Playbooks are used in everything from professional sports like football to the coordination of business sale teams to protocols of important government offices. In all cases, you need to use the correct procedure to make a playbook that is relevant, legible and helpful.
Establish the important terms, symbols and scales of size (if you're using pictorial representation) and elucidate everything in an introduction or a glossary. Abbreviations, numbering systems and your method of citing other sources should also be clearly explained at the beginning of the playbook.
Divide your playbook into major section that each have important sub-sections, as in Offense and Defense for football (or any other sport), or Free Media, Advertising and Major Campaigns for a marketing playbook.

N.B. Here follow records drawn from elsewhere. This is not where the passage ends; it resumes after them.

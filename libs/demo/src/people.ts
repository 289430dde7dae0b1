import { demoId } from './demoId';

export interface DemoPerson {
  id: string;
  name: string;
  email: string;
  role: 'technician' | 'trainee' | 'lead';
}

/** The people of the yard. All invented. */
export const people = {
  lead: {
    id: demoId('person', 1),
    name: 'Maren Thistlewood',
    email: 'maren@thornwick-yard.example',
    role: 'lead',
  },
  ruben: {
    id: demoId('person', 2),
    name: 'Ruben Askeland',
    email: 'ruben@thornwick-yard.example',
    role: 'technician',
  },
  ines: {
    id: demoId('person', 3),
    name: 'Ines Corbray',
    email: 'ines@thornwick-yard.example',
    role: 'technician',
  },
  dell: {
    id: demoId('person', 4),
    name: 'Dell Oyamada',
    email: 'dell@thornwick-yard.example',
    role: 'technician',
  },
  trainee: {
    id: demoId('person', 5),
    name: 'Joss Penhallow',
    email: 'joss@thornwick-yard.example',
    role: 'trainee',
  },
} as const satisfies Record<string, DemoPerson>;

Create an organization tree that shows all of the positions in the team that the playbook serves to direct. Your tree should show each position's relation to every other position and should provide readers with the common names and abbreviations used to address all the positions.
Develop "plays" or protocols for action on the basis of different scenarios and contingencies and in terms of your competitors. For each play that you make for your playbook you should try to think of all the possible things that could go wrong so these things can be added as you make progress.
Keep each section of the playbook and the playbook as a whole under strict lock and key. It's important for all members of your team to know the playbook inside and out (even if a given section doesn't apply to their positions), but you should also know where copies of the playbook are so you don't make the shattering mistake of leaking a playbook to a competitor.